> _WHAT THE EXERCISE ASKS_: Retype the records below from their first line through the line containing "one-reading request, through", and include nothing else.

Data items
┏━━
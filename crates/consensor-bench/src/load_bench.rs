//! The load test: the real `consensor serve` binary (a separate process, as deployed) on a fresh
//! SQLite file, driven over loopback by an invented network of 1,000 stations behind 10 gateways,
//! with dashboards polling results, then an outage burst in which every station resends ten minutes
//! of backlog at once. Afterwards the server is stopped and its database file is compared, reading
//! by reading, with what the server acknowledged: every reading answered 200 must be stored exactly
//! once.
//!
//! `consensor-bench load [--quick] [--seconds N] [--burst-batch N]`; `tools/load/run.sh` builds
//! release and runs it.
//! The server binary is `consensor` next to this one (same target directory) or `CONSENSOR_BIN`.
//!
//! Phases (the clock is the real one; readings are stamped with the second they stand for):
//! 1. `batched`: each gateway posts its 100 stations' readings of the second as one batch, every
//!    second, for N seconds (60 by default, 15 with `--quick`).
//! 2. `single`: every station posts its own reading once a second as a one-reading request, through
//!    a pool of 64 concurrent connections, for N / 4 seconds (at least 5).
//! 3. `burst`: every gateway resends its stations' last ten minutes (600 readings per station) in
//!    batches of 5,000 (`--burst-batch N` for another size), all gateways at once, while live
//!    batched posting goes on.
//! 4. `drain`: live batched posting goes on until the worker is back to the intervals in progress
//!    (pending intervals at most the number of areas) plus 5 s, or for at most 90 s.
//!
//! Dashboards poll `/series` and `/latest` during all four phases; a monitor polls `/v1/status`,
//! `/metrics` and the server's `/proc/PID/status` each second.

use std::collections::{BTreeMap, HashMap, HashSet};
use std::io::{BufRead, BufReader};
use std::path::{Path, PathBuf};
use std::process::{Child, Command, Stdio};
use std::sync::atomic::{AtomicBool, AtomicU64, AtomicU8, Ordering};
use std::sync::{Arc, Mutex};
use std::time::{Duration, Instant};

use anyhow::{bail, Context};
use serde_json::{json, Value};

use crate::machine;
use crate::synthetic::SplitMix;
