#[tokio::test(flavor = "multi_thread", worker_threads = 2)]
async fn the_page_shows_and_reviews_the_worked_examples() {
    let server = TestServer::start(TestDatabase::sqlite(), &[FAST_WORKER]).await;
    load_worked_examples(&server).await;
    let (operator_id, operator) = server.token("operator", &[]).await;
    // The three VB-08 readings of 1000, one per interval, oldest first.
    let (status, listed) = server.get("/v1/set-aside?station=VB-08", Some(ADMIN)).await;
    assert_eq!(status, 200, "{listed}");
    let far: Vec<i64> = listed["items"]
        .as_array()
        .unwrap()
        .iter()
        .map(|item| {
            assert_eq!(item["rule"], "far_from_consensus", "{item}");
            item["reading_id"].as_i64().unwrap()
        })
        .collect();
    assert_eq!(far.len(), 3, "{listed}");

    let browser = Browser::start().await;
    let page = &browser.client;

    // The overview without a token: the server does not allow public reading, so the page asks
    // for one and shows nothing.
    page.goto(&server.url("/")).await.unwrap();
    wait_for_text(page, "#view-state", "needs an access token").await;
    assert!(page
        .find_all(Locator::Css("section.area-card"))
        .await
        .unwrap()
        .is_empty());

    // Typing the token and pressing the button loads every area.
    type_into(page, "#token-input", &operator).await;
    click(page, "#token-use").await;
    wait_ready(page, "overview", "the overview").await;
    let areas = page
        .execute(
            "return [...document.querySelectorAll('section.area-card')].map(s => s.dataset.area);",
            vec![],
        )
        .await
        .unwrap();
    assert_eq!(
        areas,
        json!(["ostmarrow-flats", "tarnwhistle-heights", "velloran-basin"])
    );
    // Leys et al.: median 6 of the seven kept, one station set aside.
    assert_eq!(
        overview_row(page, "velloran-basin", "pm2_5").await,
        json!({"median": "6 ug/m3", "status": "ok", "used": "7", "set-aside": "1"})
    );
    // chem: median 3.235 of the 22 kept, two set aside.
    assert_eq!(
        overview_row(page, "ostmarrow-flats", "air_temperature").await,
        json!({"median": "3.235 Cel", "status": "ok", "used": "22", "set-aside": "2"})
    );
    assert_eq!(
        text_of(page, "section[data-area='tarnwhistle-heights'] p.empty").await,
        "No computed results yet."
    );
    // The caution is on the page.
    let caution = text_of(page, "p.caution").await;
    assert!(
        caution.contains("not a regulatory measurement")
            && caution.contains("defer to local authorities"),
        "{caution}"
    );
    browser.screenshot("overview.png").await;

    // The area view, reached by its link.
    click(page, "section[data-area='velloran-basin'] h2 a").await;
    let chart = area_chart(page, "pm2_5").await;
    check_consensus_chart(&chart, &[6.0, 6.0, 6.0], &far);
    // The chart library drew one marker per reading, inside the plot area.
    let drawn = page
        .execute(
            "const chart = Chart.getChart(document.getElementById('chart-pm2_5'));
             const index = chart.data.datasets.findIndex(d => d.role === 'set-aside');
             const area = chart.chartArea;
             return chart.getDatasetMeta(index).data.map(p =>
               p.x >= area.left && p.x <= area.right && p.y >= area.top && p.y <= area.bottom);",
            vec![],
        )
        .await
        .unwrap();
    assert_eq!(drawn, json!([true, true, true]));
    // Keyboard: the focused chart steps its tooltip through the markers with the arrow keys.
    let canvas = page.find(Locator::Css("#chart-pm2_5")).await.unwrap();
    canvas.send_keys("\u{E014}").await.unwrap(); // WebDriver's ArrowRight key
    let tooltip = wait_for(
        page,
        "const chart = Chart.getChart(document.getElementById('chart-pm2_5'));
         const active = chart.tooltip.getActiveElements();
         return active.length ? chart.tooltip.body.flatMap(b => b.lines).join(' ') : null;",
        "a tooltip from the keyboard",
    )
    .await;
    let tooltip = tooltip.as_str().unwrap();
    assert!(
        tooltip.contains("VB-08") && tooltip.contains("far from consensus"),
        "{tooltip}"
    );
    // The tooltip's reason is the API's sentence, with the score in it.
    assert!(tooltip.contains("191.362"), "{tooltip}");
    browser.screenshot("area-view.png").await;

    // The review queue, filtered to this area and quantity through its URL.
    page.goto(&server.url("/review?area=velloran-basin&quantity=pm2_5"))
        .await
        .unwrap();
    wait_for(
        page,
        "return document.body.dataset.ready === 'review'
           && document.getElementById('context-chart').dataset.state === 'ready';",
        "the review queue",
    )
    .await;
    let rows = page
        .execute(
            "return [...document.querySelectorAll('#queue-body tr')].map(r => Number(r.dataset.readingId));",
            vec![],
        )
        .await
        .unwrap();
    assert_eq!(rows, json!(far));
    let filters = page
        .execute(
            "return ['filter-area','filter-quantity','filter-station','filter-rule']
               .map(id => document.getElementById(id).value);",
            vec![],
        )
        .await
        .unwrap();
    assert_eq!(filters, json!(["velloran-basin", "pm2_5", "", ""]));
    // The rule filter keeps only the rows of its rule (all three here; none for `step`).
    select_option(page, "#filter-rule", "step").await;
    wait_for_text(page, "#view-state", "Nothing pending").await;
    select_option(page, "#filter-rule", "far_from_consensus").await;
    wait_for(
        page,
        "return document.querySelectorAll('#queue-body tr').length === 3;",
        "the rows of far_from_consensus",
    )
    .await;

    // Overturn the middle interval's 1000 with a note, by typing and clicking.
    let middle = far[1];
    let note = "checked by hand: the page test overturns this one";
    type_into(
        page,
        &format!("tr[data-reading-id='{middle}'] input.note"),
        note,
    )
    .await;
    click(
        page,
        &format!("tr[data-reading-id='{middle}'] button.overturn"),
    )
    .await;
    wait_for(
        page,
        &format!("return document.body.dataset.lastDecision === '{middle}:overturn:2';"),
        "the recomputed interval",
    )
    .await;
    let decided = text_of(page, "#decision-state").await;
    // Leys et al. with the 1000 used again: the median of all eight is 7 (numpy `np.median`).
    assert!(
        decided.contains("revision 2") && decided.contains("median 7 ug/m3 from 8 stations"),
        "{decided}"
    );

    // The API's answer changed: the reading is overturned, with the note and the operator's id.
    let (status, overturned) = server
        .get("/v1/set-aside?review=overturned", Some(ADMIN))
        .await;
    assert_eq!(status, 200, "{overturned}");
    let items = overturned["items"].as_array().unwrap();
    assert_eq!(items.len(), 1, "{overturned}");
    assert_eq!(items[0]["reading_id"], middle);
    assert_eq!(items[0]["review"]["note"], note);
    assert_eq!(items[0]["review"]["by"], operator_id.as_str());
    // And the chart changed: the overturned reading has no marker, the median moved to 7.
    let context = chart_summary(page, "context-chart").await;
    check_consensus_chart(&context, &[6.0, 7.0, 6.0], &[far[0], far[2]]);
    browser.screenshot("review-after-overturn.png").await;

    // The area view shows the same change.
    page.goto(&server.url("/areas/velloran-basin"))
        .await
        .unwrap();
    let chart = area_chart(page, "pm2_5").await;
    check_consensus_chart(&chart, &[6.0, 7.0, 6.0], &[far[0], far[2]]);

    // The station view of VB-08: its value 1000 against the area median, the residual and the
    // history of its three set-aside readings, one of them overturned.
    page.goto(&server.url("/stations/VB-08")).await.unwrap();
    wait_ready(page, "station", "the station view").await;
    let values = chart_summary(page, "values-chart").await;
    assert_eq!(ys(&values, "station-value"), [1000.0, 1000.0, 1000.0]);
    assert_eq!(ys(&values, "area-median"), [6.0, 7.0, 6.0]);
    let residual = chart_summary(page, "residual-chart").await;
    assert_eq!(ys(&residual, "residual"), [994.0, 993.0, 994.0]);
    // Residuals 994, 993, 994 ten minutes apart: the pairwise slopes are −0.1, 0 and +0.1 per
    // minute, whose median, the Theil–Sen slope (Sen 1968), is 0; the line goes through the
    // median residual 994 (computed by hand from the definition).
    assert_eq!(ys(&residual, "drift"), [994.0, 994.0, 994.0]);
    let history = page
        .execute(
            "return [...document.querySelectorAll('#history-body tr')]
               .map(r => [Number(r.dataset.readingId), r.lastElementChild.textContent]);",
            vec![],
        )
        .await
        .unwrap();
    assert_eq!(
        history,
        json!([
            [far[2], "pending"],
            [middle, format!("overturned: {note}")],
            [far[0], "pending"]
        ])
    );
    browser.screenshot("station-view.png").await;

    // Readable on a phone: at 390 px nothing makes the page scroll sideways.
    page.set_window_size(390, 844).await.unwrap();
    page.goto(&server.url("/areas/velloran-basin"))
        .await
        .unwrap();
    area_chart(page, "pm2_5").await;
    let fits = page
        .execute(
            "return document.documentElement.scrollWidth <= document.documentElement.clientWidth;",
            vec![],
        )
        .await
        .unwrap();
    assert_eq!(fits, json!(true));
    browser.screenshot("area-view-phone.png").await;

    // Nothing came from anywhere but this server.
    let foreign = page
        .execute(
            "return performance.getEntriesByType('resource').map(e => e.name)
               .filter(name => !name.startsWith(location.origin + '/'));",
            vec![],
        )
        .await
        .unwrap();
    assert_eq!(foreign, json!([]));
    for path in ["/", "/areas/velloran-basin", "/review", "/stations/VB-08"] {
        assert_self_contained(&server, path).await;
    }

    browser.stop_without_errors().await;
    server.stop().await;
}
┗━━
> _ANSWER TO THIS PROBLEM_:
filename crates/consensor-bench/src/load_bench.rs
//! The load test: the real `consensor serve` binary (a separate process, as deployed) on a fresh
//! SQLite file, driven over loopback by an invented network of 1,000 stations behind 10 gateways,
//! with dashboards polling results, then an outage burst in which every station resends ten minutes
//! of backlog at once. Afterwards the server is stopped and its database file is compared, reading
//! by reading, with what the server acknowledged: every reading answered 200 must be stored exactly
//! once.
//!
//! `consensor-bench load [--quick] [--seconds N] [--burst-batch N]`; `tools/load/run.sh` builds
//! release and runs it.
//! The server binary is `consensor` next to this one (same target directory) or `CONSENSOR_BIN`.
//!
//! Phases (the clock is the real one; readings are stamped with the second they stand for):
//! 1. `batched`: each gateway posts its 100 stations' readings of the second as one batch, every
//!    second, for N seconds (60 by default, 15 with `--quick`).
//! 2. `single`: every station posts its own reading once a second as a one-reading request, through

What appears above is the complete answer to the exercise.